Even during a visit to Yad Vashem this morning Jackson made a controversial remark: “Such a Holocaust should not happen to anyone including the Palestinians.” Later after a visit to Nablus Jackson was carried on the shoulders of local citizens, who shouted: “Jackson-Arafat,” and “Arab Palestine.”

Jackson had also changed his plans to meet with Mai. Sood Haddad, leader of the Christian militia in south Lebanon and said instead he will visit south Lebanon under the auspices of the Lebanese government and the PLO. After his arrival Monday he met with Mayor Teddy Kollek and a number of well known Israelis and visited the victims of last week’s terrorist bombing in Jerusalem at the Hadassah University Hospital.

The meeting, arranged by Kollek after Begin and other government officials refused to meet with Jackson featured a tough exchange of views.

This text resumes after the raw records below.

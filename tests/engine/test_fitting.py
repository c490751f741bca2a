"""A fixture fitted to a PPFD map reproduces the engine's own map and flags maps that cannot be true."""

import numpy as np
import pytest
from numpy.testing import assert_allclose

from app.engine.fitting import PAR_CEILING_UMOL_J, fit_ppfd_map, model_map, plausibility, predict_at_heights


@pytest.mark.parametrize("n, side, ppf, h", [(1.0, 0.6, 560.0, 0.45), (4.0, 0.0, 240.0, 0.6), (2.5, 0.3, 900.0, 0.3)])
def test_round_trip_recovers_the_fixture(n, side, ppf, h):
    readings = model_map((11, 11), 0.1, h, n, side, ppf)
    fit = fit_ppfd_map(readings, 0.1, h)
    assert fit["rms_error"] < 0.01  # the fitted map reproduces the forward map within 1 %
    assert_allclose(fit["ppf_umol_s"], ppf, rtol=0.01)
    again = model_map((11, 11), 0.1, h, fit["exponent"], fit["side_m"], fit["ppf_umol_s"])
    assert np.max(np.abs(again - readings)) / readings.max() < 0.01


def test_prediction_follows_inverse_square_far_away():
    fit = {"exponent": 1.0, "side_m": 0.0, "ppf_umol_s": 1000.0}
    p = predict_at_heights(fit, (5, 5), 0.01, [2.0, 4.0])
    # A point source: centre PPFD = Φ/π / h² (Lambert; inverse-square law).
    assert_allclose([x["centre"] for x in p], [1000 / np.pi / 4, 1000 / np.pi / 16], rtol=1e-4)


def test_map_with_more_photons_than_emitted_is_impossible():
    readings = np.full((5, 5), 1000.0)  # 1000 µmol m⁻² s⁻¹ over 1 m²: 1000 µmol/s
    codes = {f["code"]: f["level"] for f in plausibility(readings, 0.2, 600.0, None)}
    assert codes["more_photons_than_emitted"] == "impossible"


def test_efficacy_checks():
    r = np.ones((3, 3))
    assert_allclose(PAR_CEILING_UMOL_J, 700 * 0.0083593, rtol=1e-4)  # shared/REFERENCES.md
    levels = {f["code"]: f["level"] for f in plausibility(r, 0.1, 1200.0, 200.0)}
    assert levels["above_photon_ceiling"] == "impossible"  # 6.0 µmol/J > 5.85
    levels = {f["code"]: f["level"] for f in plausibility(r, 0.1, 720.0, 200.0)}
    assert levels["above_best_measured"] == "suspicious"  # 3.6 µmol/J
    levels = {f["code"]: f["level"] for f in plausibility(r, 0.1, 540.0, 200.0)}
    assert levels["efficacy"] == "info"


def test_bad_maps_refused():
    with pytest.raises(ValueError, match="3 × 3"):
        fit_ppfd_map([[1, 2]], 0.1, 0.5)
    with pytest.raises(ValueError, match="non-negative"):
        fit_ppfd_map(-np.ones((3, 3)), 0.1, 0.5)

Jackson said Begin’s refusal to see him was “impolite” and hinted that U.S. support of Israel can no longer be taken for granted. He noted that American Blacks, with 15 million potential voters, were a political force in the U.S. that Israel should not ignore.

“We have heard much about how much Jews have given Blacks,” Jackson said. “We have given much too. We have never resisted sending our tax money to Israel.” He said he would not be intimidated by labels of anti-Semitism if he was critical of Israel, nor was he put off by dealing with terrorists.

In an obvious hint of Begin, Jackson said: “Each of us has the capacity to rise from the disgrace of terrorism to the grace of the Nobel Prize.”He said he would try to convince Yasir Arafat and the PLO leadership that they must abandon terrorism and recognize Israel if they wished to achieve statehood. Jackson and his entourage left today for Jordan, but without the five American Jews.